Who can get the NexCAR19 therapy?

  • The therapy is for people with B-cell lymphomas who didn’t respond to standard treatments like chemotherapy, leading to relapse or recurrence of the cancer.
  • The patient’s journey starts with a doctor’s prescription at the clinic, followed by donation of blood by the patient at a transfusion centre.
  • The blood goes to the lab, where the T-cells are genetically modified.
  • In a week to 10 days, these cells return to the clinic for patient reinfusion.
  • Essentially, patients only need to give a blood sample at their clinic, and come back in 7-10 days for reinfusion.
  • Recovery typically occurs within two weeks after one cycle of the treatment. In our data, approximately 70% of patients respond to the treatment, with variations between leukaemia and lymphoma cases.
  • About 50% of these responsive patients achieve a complete response.

B-cell leukaemia is most common among children. Are they eligible for the therapy too?

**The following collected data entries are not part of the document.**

import { useEffect, useId, useState } from 'react';
import { cn } from '@/lib/cn';

export interface RangeSliderProps {
  label: string;
  min: number;
  max: number;
  step?: number;
  /** Current bounds; undefined = open at that end. */
  low?: number;
  high?: number;
  onCommit: (low: number | undefined, high: number | undefined) => void;
  /** Labelled ticks under the track, e.g. the usual a′ standards. */
  marks?: readonly number[];
  format?: (value: number) => string;
  /** Names of the two handles for assistive technology. */
  lowLabel: string;
  highLabel: string;
}

const thumb =
  '[&::-webkit-slider-thumb]:pointer-events-auto [&::-webkit-slider-thumb]:appearance-none [&::-webkit-slider-thumb]:size-5 ' +
  '[&::-webkit-slider-thumb]:rounded-full [&::-webkit-slider-thumb]:border-2 [&::-webkit-slider-thumb]:border-accent-strong ' +
  '[&::-webkit-slider-thumb]:bg-paper-raised [&::-webkit-slider-thumb]:cursor-pointer ' +
  '[&::-moz-range-thumb]:pointer-events-auto [&::-moz-range-thumb]:size-4 [&::-moz-range-thumb]:rounded-full ' +
  '[&::-moz-range-thumb]:border-2 [&::-moz-range-thumb]:border-accent-strong [&::-moz-range-thumb]:bg-paper-raised';

/**
 * Two native range inputs on one track: each handle is a real slider (arrow keys,
 * Page Up/Down, Home/End), named for screen readers; the range is committed after
 * the handles rest for a moment, so dragging does not flood the history.
 */
export function RangeSlider({ label, min, max, step = 1, low, high, onCommit, marks = [], format = String, lowLabel, highLabel }: RangeSliderProps) {
  const id = useId();
  const [lo, setLo] = useState(low ?? min);
  const [hi, setHi] = useState(high ?? max);
  useEffect(() => setLo(low ?? min), [low, min]);
  useEffect(() => setHi(high ?? max), [high, max]);

  useEffect(() => {
    const nextLow = lo <= min ? undefined : lo;
    const nextHigh = hi >= max ? undefined : hi;
    if (nextLow === low && nextHigh === high) return;
    const timer = setTimeout(() => onCommit(nextLow, nextHigh), 300);
    return () => clearTimeout(timer);
  }, [lo, hi, low, high, min, max, onCommit]);

  const pct = (v: number) => ((v - min) / (max - min)) * 100;
  const open = lo <= min && hi >= max;
  const input = cn('pointer-events-none absolute inset-x-0 top-1 h-6 w-full appearance-none bg-transparent', thumb);

  return (
    <fieldset className="min-w-0">
      <legend className="text-sm font-semibold text-ink">{label}</legend>
      <p id={`${id}-value`} className="figures mt-1 text-sm text-ink-muted" aria-live="polite">
        {open ? 'Any' : `${format(lo)} – ${format(hi)}`}
      </p>
      <div className="relative mt-2 h-8">
        <div className="absolute inset-x-0 top-3.5 h-1 rounded bg-rule" aria-hidden="true" />
        <div className="absolute top-3.5 h-1 rounded bg-accent" style={{ left: `${pct(lo)}%`, width: `${pct(hi) - pct(lo)}%` }} aria-hidden="true" />
        <input
          type="range" min={min} max={max} step={step} value={lo} aria-label={lowLabel} aria-valuetext={format(lo)}
          aria-describedby={`${id}-value`} className={input}
          onChange={(e) => setLo(Math.min(Number(e.target.value), hi))}
        />
        <input
          type="range" min={min} max={max} step={step} value={hi} aria-label={highLabel} aria-valuetext={format(hi)}
          aria-describedby={`${id}-value`} className={input}
          onChange={(e) => setHi(Math.max(Number(e.target.value), lo))}
        />
      </div>
      <div className="figures relative mt-1 h-5 text-xs text-ink-muted" aria-hidden="true">
        {[min, ...marks, max].map((m) => (
          <span key={m} className="absolute -translate-x-1/2" style={{ left: `${pct(m)}%` }}>
            <span className="mx-auto block h-1.5 w-px bg-rule-strong" />
            {m}
          </span>
        ))}
      </div>
      {marks.length > 0 && (
        <div className="mt-3 flex flex-wrap gap-1.5">
          {marks.map((m) => (
            <button
              key={m} type="button"
              className="figures rounded-soft border border-rule px-1.5 py-0.5 text-xs text-ink-muted hover:border-rule-strong hover:text-ink"
              onClick={() => { setLo(Math.max(min, m - 6)); setHi(Math.min(max, m + 6)); }}
            >
              near {format(m)}
            </button>
          ))}
        </div>
      )}
      {!open && (
        <button type="button" className="mt-2 text-sm text-accent-strong underline" onClick={() => { setLo(min); setHi(max); }}>
          Any {label.toLowerCase()}
        </button>
      )}
    </fieldset>
  );
}
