import { Link } from 'react-router-dom';
import type { SearchHit } from '@shared/search/schema';
import { sourceTypeLabels } from '@shared/catalogue/vocabulary';
import { stateLabels } from '@shared/catalogue/workflow';
import { sizeName } from '../lib/labels';
import { Snippet } from './snippet';

const fieldLabels: Record<SearchHit['snippetField'], string> = {
  diplomatic: 'Transcription',
  normalised: 'Normalised text',
  translation: 'Translation',
  commentary: 'Commentary',
};

/** One passage: where it is, what it says (highlighted), and its tags. */
export function ResultItem({ hit }: { hit: SearchHit }) {
  return (
    <article className="border-b border-rule py-5 last:border-b-0" aria-labelledby={`hit-${hit.excerptId}`}>
      <header className="flex flex-wrap items-baseline justify-between gap-x-4 gap-y-1">
        <h3 id={`hit-${hit.excerptId}`} className="font-serif text-xl text-ink">
          <Link to={`/excerpts/${encodeURIComponent(hit.excerptId)}`}>
            {hit.sourceTitle}
            <span className="text-ink-muted">, {hit.locator}</span>
          </Link>
        </h3>
        <p className="figures text-sm text-ink-muted">{hit.dateLabel}</p>
      </header>
      <p className="label-caps mt-2 text-ink-faint">
        {fieldLabels[hit.snippetField]}
        {hit.status !== 'approved' && <span className="ml-2 rounded-sm border border-caution px-1 text-caution">{stateLabels[hit.status as keyof typeof stateLabels] ?? hit.status}</span>}
      </p>
      <div className="mt-1 max-w-reading">
        <Snippet html={hit.snippet} lang={hit.snippetField === 'translation' || hit.snippetField === 'commentary' ? undefined : hit.languages[0]} />
      </div>
      <dl className="mt-3 flex flex-wrap gap-x-6 gap-y-1 text-sm">
        {hit.sizes.length > 0 && (
          <div className="flex gap-1.5">
            <dt className="text-ink-muted">Sizes</dt>
            <dd className="text-ink">{hit.sizes.map(sizeName).join(', ')}</dd>
          </div>
        )}
        {hit.aHz.length > 0 && (
          <div className="flex gap-1.5">
            <dt className="text-ink-muted">Pitch</dt>
            <dd className="figures text-ink">{hit.aHz.map((hz) => `a′ = ${hz} Hz`).join('; ')}</dd>
          </div>
        )}
        <div className="flex gap-1.5">
          <dt className="text-ink-muted">Source</dt>
          <dd className="text-ink">{sourceTypeLabels[hit.sourceType] ?? hit.sourceType}</dd>
        </div>
      </dl>
    </article>
  );
}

  • The paediatric trial phase is currently underway at the Tata Memorial Hospital, in collaboration with IIT-Bombay.
  • Although the therapy for children will not be any different, for now, ImmunoACT has received CDSCO approval for use in patients aged 15 years and older.

Is India’s indigenous CAR-T cell therapy any more or less effective than CAR-T cell therapies abroad?

  • Laboratory and animal studies have shown a unique quality of this product.
  • Specifically, it leads to significantly lower drug-related toxicities.
  • It causes minimal damage to neurons and the central nervous system, a condition known as neurotoxicity.
  • Neurotoxicity can sometimes occur when CAR-T cells recognise the CD19 protein and enter the brain, potentially leading to life-threatening situations.
  • The therapy also results in minimal Cytokine Release Syndrome (CRS), which is characterised by inflammation and hyperinflammation in the body due to the death of a significant number of tumour cells, as CAR-T cells are designed to target and eliminate cancer cells.
  • You can think of this like how the body responds to a virus such as SARS-CoV-2, where the immune response triggers an influx of certain proteins called cytokines, causing a lot of inflammation.

Will the treatment be covered by insurance?

  • When a therapy is approved by regulatory agencies like CDSCO or DCGI, it typically should be covered by national insurance schemes and private insurance companies.
  • However, since this is an expensive treatment, the extent of coverage and accessibility to insurance may vary.